Tout le monde s'accordait à le dire, John Smith, à la tête du Fonds Financier International faisait un excellent travail. Il avait su gérer avec brio la crise des subprimes et ses répercussions mondiales.


Une petite ombre venait obscurcir le tableau, il avait eu une relation extraconjugale avec une de ses subordonnées et on avait dit à l'époque que cette dernière avait obtenu une promotion pour cette raison. Cet écart de conduite fut vite oublié, même si tout le monde s'accordait à dire que Smith était un séducteur et qu'il aimait beaucoup -d'aucun aurait pu dire trop- les femmes.


Grâce à son expertise à la tête du Fonds Financier International, il était pressenti par le camp démocrate comme le futur candidat à la Maison Blanche. Il rassurait les PDG des grosses compagnies du DOW JONES et arrivait à avoir la confiance des ouvriers.

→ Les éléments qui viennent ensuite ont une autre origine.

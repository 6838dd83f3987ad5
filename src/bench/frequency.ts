/**
 * Benchmark of the frequency engine alone (one thread): separation events per second for the
 * demo case and for an invented 50-source island at a 60 s horizon, the casual baseline of the
 * same model (naive-frequency.ts) in the same run, the nadir error against a tight-tolerance
 * reference and the share of shedding/shutdown outcomes that differ from it, over 2,000 seeded
 * operating points (frequency-operating-points.ts). Speed belongs here, never in a test.
 */
import { fileURLToPath } from 'node:url';
import { loadCase } from '../case/load.js';
import type { Case } from '../case/schema.js';
import { EventResult } from '../grid/frequency/event-result.js';
import { compileIsland } from '../grid/frequency/island.js';
import { type EventOptions, simulateEvent } from '../grid/frequency/simulate.js';
import { accuracy, SEED } from './frequency-accuracy.js';
import { fiftySourceCase } from './frequency-large-case.js';
import { benchScenario, makeBenchScenario } from './frequency-operating-points.js';
import { naiveSimulate } from './naive-frequency.js';

const demoCasePath = fileURLToPath(new URL('../../cases/kestrel-island.yaml', import.meta.url));

/** Events per second over `count` seeded scenarios (after a warm-up). */
function eventsPerSecond(
  c: Case,
  count: number,
  opts: EventOptions,
): { rate: number; evals: number } {
  const isl = compileIsland(c);
  const op = makeBenchScenario(c);
  const out = new EventResult(c.sources.length, c.loads.length);
  for (let id = 0; id < Math.min(200, count); id++) {
    benchScenario(c, SEED, id, op);
    simulateEvent(isl, op, opts, out);
  }
  let evals = 0;
  let buildMs = 0;
  const t0 = performance.now();
  for (let id = 0; id < count; id++) {
    const b0 = performance.now();
    benchScenario(c, SEED, id, op);
    buildMs += performance.now() - b0;
    simulateEvent(isl, op, opts, out);
    evals += out.rhsEvaluations;
  }
  const seconds = (performance.now() - t0 - buildMs) / 1000;
  return { rate: count / seconds, evals: evals / count };
}

/** p99 of |nadir(a) - nadir(b)| between two option sets (both at tight tolerance). */
function modelDifference(c: Case, count: number, a: EventOptions, b: EventOptions): number {
  const isl = compileIsland(c);
  const op = makeBenchScenario(c);
  const ra = new EventResult(c.sources.length, c.loads.length);
  const rb = new EventResult(c.sources.length, c.loads.length);
  const tight = { relTol: 1e-9, absTol: 1e-11 };
  const d = new Float64Array(count);
  for (let id = 0; id < count; id++) {
    benchScenario(c, SEED, id, op);
    simulateEvent(isl, op, { ...a, ...tight }, ra);
    simulateEvent(isl, op, { ...b, ...tight }, rb);
    d[id] = Math.abs(ra.nadirHz - rb.nadirHz);
  }
  d.sort();
  return d[Math.min(count - 1, Math.floor(0.99 * count))]!;
}

export async function benchFrequency(
  casePath: string = demoCasePath,
): Promise<Record<string, number>> {
  const demo = (await loadCase(casePath)).case;
  const large = fiftySourceCase();
  const largeFastLag = fiftySourceCase(0.05);
  const opts: EventOptions = { horizonS: 60, rocofWindowS: demo.monteCarlo.rocofWindowS };
  const demoRate = eventsPerSecond(demo, 2000, opts);
  const largeRate = eventsPerSecond(large, 500, opts);
  // The 50-source island with 50 ms grid-following lags: kept as states, and taken as instantaneous.
  const largeFast = eventsPerSecond(largeFastLag, 300, opts);
  const qss: EventOptions = { ...opts, quasiSteadyLagS: 0.1 };
  const largeQss = eventsPerSecond(largeFastLag, 300, qss);
  const qssModelError = modelDifference(largeFastLag, 200, opts, qss);
  const op = makeBenchScenario(demo);
  const naiveCount = 10;
  const t0 = performance.now();
  for (let id = 0; id < naiveCount; id++) {
    benchScenario(demo, SEED, id, op);
    naiveSimulate(demo, op, opts.horizonS);
  }
  const naiveRate = naiveCount / ((performance.now() - t0) / 1000);
  const acc = accuracy(demo, 2000, opts);
  const accLarge = accuracy(large, 200, opts);
  return {
    events_per_s_thread: demoRate.rate,
    events_per_s_thread_50_sources: largeRate.rate,
    naive_events_per_s: naiveRate,
    speedup_over_naive: demoRate.rate / naiveRate,
    rhs_evaluations_per_event: demoRate.evals,
    rhs_evaluations_per_event_50_sources: largeRate.evals,
    nadir_error_p99_hz: acc.p99,
    nadir_error_max_hz: acc.max,
    outcome_mismatch_share: acc.mismatchShare,
    reference_shed_share: acc.shedShare,
    reference_shutdown_share: acc.shutdownShare,
    nadir_error_p99_hz_50_sources: accLarge.p99,
    events_per_s_thread_50_sources_50ms_lags: largeFast.rate,
    rhs_evaluations_per_event_50_sources_50ms_lags: largeFast.evals,
    events_per_s_thread_50_sources_50ms_lags_quasi_steady: largeQss.rate,
    rhs_evaluations_per_event_50_sources_50ms_lags_quasi_steady: largeQss.evals,
    nadir_difference_p99_hz_quasi_steady_vs_lag: qssModelError,
    outcome_mismatch_share_50_sources: accLarge.mismatchShare,
  };
}

// Direct run: `npx tsx src/bench/frequency.ts`.
if (process.argv[1] && fileURLToPath(import.meta.url) === process.argv[1]) {
  benchFrequency().then((r) => console.log(JSON.stringify(r, null, 2)));
}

Il était devenu le citoyen américain le plus populaire à a travers le monde, ce compris les pays du Moyen-Orient et ceux en voie de développement.


Son chemin était tout tracé, il était lui-même certain de devenir le prochain Président des Etats Unis et le président actuel, d'ailleurs s'en inquiétait.


Toutefois, tout bascula un samedi du mois de mai 2011.


John Smith comme à son habitude lorsqu'il se trouvait à Paris, était descendu dans un palace parisien et avait pris la suite présidentielle où il passa la nuit du vendredi au samedi.


Le samedi matin, il se leva tôt, car il avait devant lui une longue journée, il devait déjeuner avec une de ses filles, étudiante à Science-Po, et prendre l'avion pour Washington l'après-midi.


Vers midi, une femme de chambre s'est présentée dans la suite, pensant que Smith avait quitté la chambre...


On ne sait toujours pas ce qui se passa dans cette chambre d'hôtel entre la femme de chambre et un des hommes les plus puissants du monde... Ce que l'on sait, c'est que Smith quitta sa chambre précipitamment, oubliant un de ses nombreux téléphones portables et d'autres effets personnels et se rendit à l'aéroport Charles de Gaulle pour prendre son avion.

Arrivé sur place, se rendant compte qu'il avait oublié son téléphone, il appela l'hôtel pour demander à ce qu'il lui soit envoyé.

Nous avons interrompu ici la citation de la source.